// The order in which a file lists its patches changes no byte of what comes out but the order.
import { readFileSync } from 'node:fs';
import fc from 'fast-check';
import { describe, expect, test } from 'vitest';
import { compileSpec, followPath, runModel, type CompiledModel } from '../../src/pipeline.ts';
import { readSpec } from '../../src/spec/read.ts';
import type { Spec } from '../../src/spec/schema/spec.ts';

const file = new URL('../../models/reed-hare.yaml', import.meta.url);
const written = readSpec(readFileSync(file, 'utf8'), 'reed-hare.yaml').document!.spec;
const flagship: Spec = { ...written, years: 30, run: { replicates: 40, seed: 2026 } };

function compiledOf(spec: Spec): CompiledModel {
  return compileSpec(spec).compiled!;
}

/** The hash is of the file as it was written, the only other thing that knows its order. */
function pathText(spec: Spec): string {
  const { abundance, ...others } = { ...followPath(compiledOf(spec)), hash: '' };
  const byPatch = spec.patches.map(({ name }) => abundance.filter((row) => row.patch === name));
  return JSON.stringify({ ...others, byPatch: sorted(byPatch, ([row]) => row?.patch ?? '') });
}

function runText(spec: Spec): string {
  const { abundance, ...others } = { ...runModel(compiledOf(spec)), hash: '' };
  const patches = sorted(abundance.patches, ({ patch }) => patch);
  return JSON.stringify({ ...others, whole: abundance.whole, patches });
}

function sorted<T>(list: readonly T[], name: (one: T) => string): readonly T[] {
  return [...list].sort((a, b) => (name(a) < name(b) ? -1 : 1));
}

const shuffled = fc
  .shuffledSubarray([...flagship.patches], { minLength: flagship.patches.length })
  .map((patches): Spec => ({ ...flagship, patches }));

describe('patches in another order', () => {
  const [path, run] = [pathText(flagship), runText(flagship)];

  test('the same path and the same run, byte for byte', () => {
    fc.assert(
      fc.property(shuffled, (spec) => {
        expect(pathText(spec)).toBe(path);
        expect(runText(spec)).toBe(run);
      }),
      { seed: 8, numRuns: 12 },
    );
  });

  test('the same compiled bytes', () => {
    const image = new Uint8Array(compiledOf(flagship).image);
    const reversed = compiledOf({ ...flagship, patches: [...flagship.patches].reverse() });
    expect(new Uint8Array(reversed.image)).toEqual(image);
  });

  test('results list the patches as the file does', () => {
    const reversed = compiledOf({ ...flagship, patches: [...flagship.patches].reverse() });
    const names = flagship.patches.map(({ name }) => name).reverse();
    expect(runModel(reversed).abundance.patches.map(({ patch }) => patch)).toEqual(names);
    expect([...new Set(followPath(reversed).abundance.map(({ patch }) => patch))]).toEqual(names);
  });
});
──────
- [What the task asks]
Every line from the top of the material through the line containing "const file = new" must be transcribed exactly, and no other line may appear.

- [Written reply]
// The order in which a file lists its patches changes no byte of what comes out but the order.
import { readFileSync } from 'node:fs';
import fc from 'fast-check';
import { describe, expect, test } from 'vitest';
import { compileSpec, followPath, runModel, type CompiledModel } from '../../src/pipeline.ts';
import { readSpec } from '../../src/spec/read.ts';
import type { Spec } from '../../src/spec/schema/spec.ts';

const file = new URL('../../models/reed-hare.yaml', import.meta.url);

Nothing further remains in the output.